What is needed: Copy, from the entries below, each line where the word "like" can be found.

Material for this task:
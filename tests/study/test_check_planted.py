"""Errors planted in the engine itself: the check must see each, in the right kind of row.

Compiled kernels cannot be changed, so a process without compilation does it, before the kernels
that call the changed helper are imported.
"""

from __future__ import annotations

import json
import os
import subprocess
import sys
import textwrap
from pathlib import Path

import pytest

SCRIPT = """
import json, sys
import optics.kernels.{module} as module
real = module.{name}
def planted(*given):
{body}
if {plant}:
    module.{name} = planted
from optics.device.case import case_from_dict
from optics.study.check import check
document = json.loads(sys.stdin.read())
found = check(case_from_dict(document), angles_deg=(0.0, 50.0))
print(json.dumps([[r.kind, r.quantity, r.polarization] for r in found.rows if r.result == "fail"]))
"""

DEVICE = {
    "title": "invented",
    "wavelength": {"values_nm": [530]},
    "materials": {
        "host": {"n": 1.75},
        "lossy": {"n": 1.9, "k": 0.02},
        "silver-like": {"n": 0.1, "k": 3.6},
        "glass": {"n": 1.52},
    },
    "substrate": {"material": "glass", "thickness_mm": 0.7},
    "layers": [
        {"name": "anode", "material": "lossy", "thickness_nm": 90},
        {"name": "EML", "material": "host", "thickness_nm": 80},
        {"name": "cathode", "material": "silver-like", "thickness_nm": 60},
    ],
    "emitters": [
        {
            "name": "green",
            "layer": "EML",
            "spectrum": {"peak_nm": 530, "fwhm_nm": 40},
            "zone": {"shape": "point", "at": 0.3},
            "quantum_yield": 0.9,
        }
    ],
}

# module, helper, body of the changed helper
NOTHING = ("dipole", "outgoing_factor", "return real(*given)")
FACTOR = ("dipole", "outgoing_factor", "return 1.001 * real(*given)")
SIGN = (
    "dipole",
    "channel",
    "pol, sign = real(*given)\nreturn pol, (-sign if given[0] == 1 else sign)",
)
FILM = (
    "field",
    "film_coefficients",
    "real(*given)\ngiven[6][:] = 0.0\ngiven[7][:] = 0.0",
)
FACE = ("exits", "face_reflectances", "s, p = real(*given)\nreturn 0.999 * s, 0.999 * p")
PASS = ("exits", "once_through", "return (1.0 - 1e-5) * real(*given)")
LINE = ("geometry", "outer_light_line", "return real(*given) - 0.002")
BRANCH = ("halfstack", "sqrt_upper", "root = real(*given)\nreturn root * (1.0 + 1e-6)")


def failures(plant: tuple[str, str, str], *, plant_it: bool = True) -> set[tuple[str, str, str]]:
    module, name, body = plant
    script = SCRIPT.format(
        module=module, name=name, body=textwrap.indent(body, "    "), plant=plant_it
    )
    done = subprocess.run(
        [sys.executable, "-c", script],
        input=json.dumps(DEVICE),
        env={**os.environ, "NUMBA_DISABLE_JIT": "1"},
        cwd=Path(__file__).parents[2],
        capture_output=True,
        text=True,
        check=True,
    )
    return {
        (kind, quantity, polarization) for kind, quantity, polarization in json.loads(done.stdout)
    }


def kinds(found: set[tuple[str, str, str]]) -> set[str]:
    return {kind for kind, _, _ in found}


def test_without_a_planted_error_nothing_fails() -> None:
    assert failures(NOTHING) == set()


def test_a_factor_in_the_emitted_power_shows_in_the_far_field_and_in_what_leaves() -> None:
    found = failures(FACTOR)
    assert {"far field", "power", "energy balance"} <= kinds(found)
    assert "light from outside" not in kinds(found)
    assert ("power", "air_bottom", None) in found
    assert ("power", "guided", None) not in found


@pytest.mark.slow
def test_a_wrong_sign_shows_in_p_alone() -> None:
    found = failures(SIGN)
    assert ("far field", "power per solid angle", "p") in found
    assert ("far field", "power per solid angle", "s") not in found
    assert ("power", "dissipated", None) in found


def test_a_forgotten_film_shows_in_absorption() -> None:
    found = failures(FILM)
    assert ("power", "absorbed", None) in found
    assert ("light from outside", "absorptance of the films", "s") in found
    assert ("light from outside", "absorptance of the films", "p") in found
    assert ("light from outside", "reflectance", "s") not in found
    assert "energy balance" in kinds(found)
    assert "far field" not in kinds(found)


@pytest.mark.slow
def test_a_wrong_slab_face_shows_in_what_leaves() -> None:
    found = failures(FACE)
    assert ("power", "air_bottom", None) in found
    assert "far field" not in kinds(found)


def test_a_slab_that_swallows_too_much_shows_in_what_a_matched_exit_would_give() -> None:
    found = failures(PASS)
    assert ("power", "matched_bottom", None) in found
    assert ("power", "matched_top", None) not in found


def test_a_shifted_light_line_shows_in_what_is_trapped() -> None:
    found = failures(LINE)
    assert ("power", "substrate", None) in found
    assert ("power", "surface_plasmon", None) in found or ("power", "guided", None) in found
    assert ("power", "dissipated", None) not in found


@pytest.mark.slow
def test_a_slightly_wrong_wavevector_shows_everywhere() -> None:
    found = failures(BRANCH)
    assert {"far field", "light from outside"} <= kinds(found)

Result for this exercise:
        "silver-like": {"n": 0.1, "k": 3.6},
        {"name": "cathode", "material": "silver-like", "thickness_nm": 60},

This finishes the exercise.